» **REQUIRED ACTION**: From the entries that follow, pick out all lines holding "except".

» **EXTRACTED MATERIAL**:
[Start of section]

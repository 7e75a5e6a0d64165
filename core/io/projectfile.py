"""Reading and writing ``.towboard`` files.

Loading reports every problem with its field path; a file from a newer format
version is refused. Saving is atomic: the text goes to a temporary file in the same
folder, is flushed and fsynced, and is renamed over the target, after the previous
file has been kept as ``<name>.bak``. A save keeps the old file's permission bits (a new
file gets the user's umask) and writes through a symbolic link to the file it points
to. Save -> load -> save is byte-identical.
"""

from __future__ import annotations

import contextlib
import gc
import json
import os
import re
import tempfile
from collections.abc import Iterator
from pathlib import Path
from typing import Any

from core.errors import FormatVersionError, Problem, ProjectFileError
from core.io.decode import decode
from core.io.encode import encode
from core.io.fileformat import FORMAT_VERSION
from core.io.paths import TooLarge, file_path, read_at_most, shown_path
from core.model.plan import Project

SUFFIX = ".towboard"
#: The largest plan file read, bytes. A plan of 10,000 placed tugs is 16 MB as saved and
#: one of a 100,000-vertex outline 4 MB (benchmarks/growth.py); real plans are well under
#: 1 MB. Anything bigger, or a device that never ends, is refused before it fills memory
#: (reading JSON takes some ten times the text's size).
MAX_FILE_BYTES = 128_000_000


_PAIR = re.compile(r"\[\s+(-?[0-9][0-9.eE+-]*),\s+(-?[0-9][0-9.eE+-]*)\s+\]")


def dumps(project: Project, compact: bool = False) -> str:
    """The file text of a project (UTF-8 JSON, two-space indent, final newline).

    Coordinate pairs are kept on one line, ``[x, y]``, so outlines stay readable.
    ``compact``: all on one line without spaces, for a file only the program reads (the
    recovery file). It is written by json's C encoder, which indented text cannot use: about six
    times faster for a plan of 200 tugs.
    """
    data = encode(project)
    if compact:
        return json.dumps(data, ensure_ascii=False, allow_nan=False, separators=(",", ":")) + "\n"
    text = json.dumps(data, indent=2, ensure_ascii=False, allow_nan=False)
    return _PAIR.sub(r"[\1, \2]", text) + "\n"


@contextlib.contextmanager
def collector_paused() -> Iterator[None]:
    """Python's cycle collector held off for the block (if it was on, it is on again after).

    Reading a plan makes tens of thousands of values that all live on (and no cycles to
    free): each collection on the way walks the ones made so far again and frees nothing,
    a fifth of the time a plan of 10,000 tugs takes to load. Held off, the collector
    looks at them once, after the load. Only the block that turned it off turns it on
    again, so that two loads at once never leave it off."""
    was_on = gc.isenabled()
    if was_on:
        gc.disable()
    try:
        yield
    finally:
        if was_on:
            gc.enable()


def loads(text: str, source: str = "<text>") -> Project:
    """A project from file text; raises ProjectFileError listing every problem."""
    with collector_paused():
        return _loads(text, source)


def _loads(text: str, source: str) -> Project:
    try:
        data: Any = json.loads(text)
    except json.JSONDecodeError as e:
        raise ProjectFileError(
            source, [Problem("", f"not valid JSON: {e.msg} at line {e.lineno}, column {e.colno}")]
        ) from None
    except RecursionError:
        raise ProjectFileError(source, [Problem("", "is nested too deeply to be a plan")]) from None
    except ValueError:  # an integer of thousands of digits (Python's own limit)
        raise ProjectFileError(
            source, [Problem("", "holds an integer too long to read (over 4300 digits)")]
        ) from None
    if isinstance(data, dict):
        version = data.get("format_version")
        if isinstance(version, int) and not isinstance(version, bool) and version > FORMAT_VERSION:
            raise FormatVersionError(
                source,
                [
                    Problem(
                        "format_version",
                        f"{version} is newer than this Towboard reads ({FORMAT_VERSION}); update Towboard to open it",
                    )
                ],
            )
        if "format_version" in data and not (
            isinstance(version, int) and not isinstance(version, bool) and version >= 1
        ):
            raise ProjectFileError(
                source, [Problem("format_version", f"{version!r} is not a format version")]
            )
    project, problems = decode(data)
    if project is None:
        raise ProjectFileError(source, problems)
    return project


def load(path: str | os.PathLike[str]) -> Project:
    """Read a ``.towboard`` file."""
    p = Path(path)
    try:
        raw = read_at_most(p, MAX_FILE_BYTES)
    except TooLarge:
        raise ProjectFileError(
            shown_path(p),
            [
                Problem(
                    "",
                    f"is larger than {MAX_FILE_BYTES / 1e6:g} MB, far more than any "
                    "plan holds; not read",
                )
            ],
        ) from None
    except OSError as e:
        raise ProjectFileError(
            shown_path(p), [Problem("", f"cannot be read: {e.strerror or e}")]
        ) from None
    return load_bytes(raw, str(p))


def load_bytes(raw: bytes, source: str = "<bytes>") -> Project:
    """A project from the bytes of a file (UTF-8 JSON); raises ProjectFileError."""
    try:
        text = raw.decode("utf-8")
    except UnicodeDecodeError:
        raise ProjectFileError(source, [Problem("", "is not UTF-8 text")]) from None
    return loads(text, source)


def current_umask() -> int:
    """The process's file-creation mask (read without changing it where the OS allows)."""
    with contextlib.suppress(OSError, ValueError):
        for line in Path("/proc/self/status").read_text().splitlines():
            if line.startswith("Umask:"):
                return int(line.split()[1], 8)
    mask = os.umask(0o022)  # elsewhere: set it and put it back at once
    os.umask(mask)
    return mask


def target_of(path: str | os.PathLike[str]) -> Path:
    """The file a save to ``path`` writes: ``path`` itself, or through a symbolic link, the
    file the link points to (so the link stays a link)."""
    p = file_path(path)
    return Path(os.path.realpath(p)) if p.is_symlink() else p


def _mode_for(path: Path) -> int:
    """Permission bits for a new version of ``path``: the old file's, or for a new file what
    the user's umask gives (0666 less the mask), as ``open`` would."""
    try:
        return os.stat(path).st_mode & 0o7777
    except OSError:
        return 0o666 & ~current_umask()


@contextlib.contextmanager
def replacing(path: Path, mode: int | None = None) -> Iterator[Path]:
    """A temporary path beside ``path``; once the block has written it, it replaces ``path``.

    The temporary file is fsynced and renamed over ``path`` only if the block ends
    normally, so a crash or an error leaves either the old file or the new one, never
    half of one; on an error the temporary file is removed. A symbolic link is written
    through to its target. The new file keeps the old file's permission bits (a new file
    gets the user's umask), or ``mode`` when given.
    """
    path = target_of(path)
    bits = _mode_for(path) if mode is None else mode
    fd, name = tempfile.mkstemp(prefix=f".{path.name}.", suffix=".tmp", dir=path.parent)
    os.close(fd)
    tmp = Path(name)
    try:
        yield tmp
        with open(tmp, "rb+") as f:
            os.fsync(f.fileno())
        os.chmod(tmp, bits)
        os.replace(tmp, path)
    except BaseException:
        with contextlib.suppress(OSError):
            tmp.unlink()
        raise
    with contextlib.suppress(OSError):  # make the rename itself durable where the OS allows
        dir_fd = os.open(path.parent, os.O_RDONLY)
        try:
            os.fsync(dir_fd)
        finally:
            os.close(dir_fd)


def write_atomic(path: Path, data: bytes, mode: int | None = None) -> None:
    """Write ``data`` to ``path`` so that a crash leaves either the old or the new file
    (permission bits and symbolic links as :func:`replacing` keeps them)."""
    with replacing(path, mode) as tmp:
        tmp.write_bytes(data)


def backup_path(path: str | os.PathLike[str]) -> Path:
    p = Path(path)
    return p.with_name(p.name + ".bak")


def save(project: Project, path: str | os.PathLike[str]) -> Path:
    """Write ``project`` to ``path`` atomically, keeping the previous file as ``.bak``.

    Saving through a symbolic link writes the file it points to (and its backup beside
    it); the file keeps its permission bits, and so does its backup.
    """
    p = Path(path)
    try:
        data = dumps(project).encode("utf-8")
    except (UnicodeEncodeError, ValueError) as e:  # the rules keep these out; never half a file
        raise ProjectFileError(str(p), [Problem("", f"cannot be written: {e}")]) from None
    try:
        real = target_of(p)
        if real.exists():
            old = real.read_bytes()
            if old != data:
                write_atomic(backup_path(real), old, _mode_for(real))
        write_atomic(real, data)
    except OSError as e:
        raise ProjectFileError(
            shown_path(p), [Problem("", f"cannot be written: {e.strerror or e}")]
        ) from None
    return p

[End of section]
[Start of section]

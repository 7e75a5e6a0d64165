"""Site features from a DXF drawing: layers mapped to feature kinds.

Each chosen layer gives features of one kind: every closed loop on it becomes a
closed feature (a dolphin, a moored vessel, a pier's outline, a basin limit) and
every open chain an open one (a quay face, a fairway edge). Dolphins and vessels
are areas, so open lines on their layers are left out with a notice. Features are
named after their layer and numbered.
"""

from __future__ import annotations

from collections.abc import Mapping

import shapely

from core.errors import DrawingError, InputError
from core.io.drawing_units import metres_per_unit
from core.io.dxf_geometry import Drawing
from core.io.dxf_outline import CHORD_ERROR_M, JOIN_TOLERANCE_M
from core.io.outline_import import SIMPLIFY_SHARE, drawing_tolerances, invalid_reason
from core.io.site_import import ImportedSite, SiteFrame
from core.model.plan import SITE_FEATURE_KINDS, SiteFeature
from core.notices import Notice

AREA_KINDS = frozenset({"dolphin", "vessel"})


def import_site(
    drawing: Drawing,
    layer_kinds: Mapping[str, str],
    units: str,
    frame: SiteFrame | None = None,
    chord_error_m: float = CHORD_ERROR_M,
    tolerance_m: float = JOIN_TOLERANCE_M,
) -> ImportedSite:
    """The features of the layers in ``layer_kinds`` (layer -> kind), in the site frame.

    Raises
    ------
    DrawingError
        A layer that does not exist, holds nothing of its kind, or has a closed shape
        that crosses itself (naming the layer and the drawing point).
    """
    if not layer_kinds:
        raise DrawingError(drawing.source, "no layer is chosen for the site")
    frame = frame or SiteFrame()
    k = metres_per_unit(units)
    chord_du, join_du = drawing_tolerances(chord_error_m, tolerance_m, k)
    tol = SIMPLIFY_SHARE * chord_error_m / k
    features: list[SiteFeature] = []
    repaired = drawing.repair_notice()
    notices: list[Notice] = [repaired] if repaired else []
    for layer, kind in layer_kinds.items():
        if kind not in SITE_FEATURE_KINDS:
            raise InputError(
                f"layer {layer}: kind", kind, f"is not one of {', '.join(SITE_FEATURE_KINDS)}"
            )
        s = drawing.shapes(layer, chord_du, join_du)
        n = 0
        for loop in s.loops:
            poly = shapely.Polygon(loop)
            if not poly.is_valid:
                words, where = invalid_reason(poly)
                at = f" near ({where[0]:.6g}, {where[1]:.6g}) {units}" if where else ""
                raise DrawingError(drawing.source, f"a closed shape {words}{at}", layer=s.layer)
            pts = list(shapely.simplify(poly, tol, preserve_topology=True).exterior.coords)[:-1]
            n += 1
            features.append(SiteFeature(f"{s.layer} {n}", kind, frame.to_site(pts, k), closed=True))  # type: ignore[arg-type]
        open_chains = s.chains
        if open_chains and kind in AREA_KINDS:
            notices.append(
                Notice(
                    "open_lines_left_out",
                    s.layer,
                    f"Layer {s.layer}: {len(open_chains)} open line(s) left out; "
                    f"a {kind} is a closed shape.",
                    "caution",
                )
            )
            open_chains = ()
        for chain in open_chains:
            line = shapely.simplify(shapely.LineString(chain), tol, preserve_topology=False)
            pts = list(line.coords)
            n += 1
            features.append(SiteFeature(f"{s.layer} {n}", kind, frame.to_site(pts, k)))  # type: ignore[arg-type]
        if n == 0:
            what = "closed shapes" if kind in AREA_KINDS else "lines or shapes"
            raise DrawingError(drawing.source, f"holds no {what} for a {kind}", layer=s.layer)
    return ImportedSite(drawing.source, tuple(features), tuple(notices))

[End of section]

» **FINISHED EXERCISE**:
    except json.JSONDecodeError as e:
    except RecursionError:
    except ValueError:  # an integer of thousands of digits (Python's own limit)
    except TooLarge:
    except OSError as e:
    except UnicodeDecodeError:
    except OSError:
    except BaseException:
    except (UnicodeEncodeError, ValueError) as e:  # the rules keep these out; never half a file
    except OSError as e:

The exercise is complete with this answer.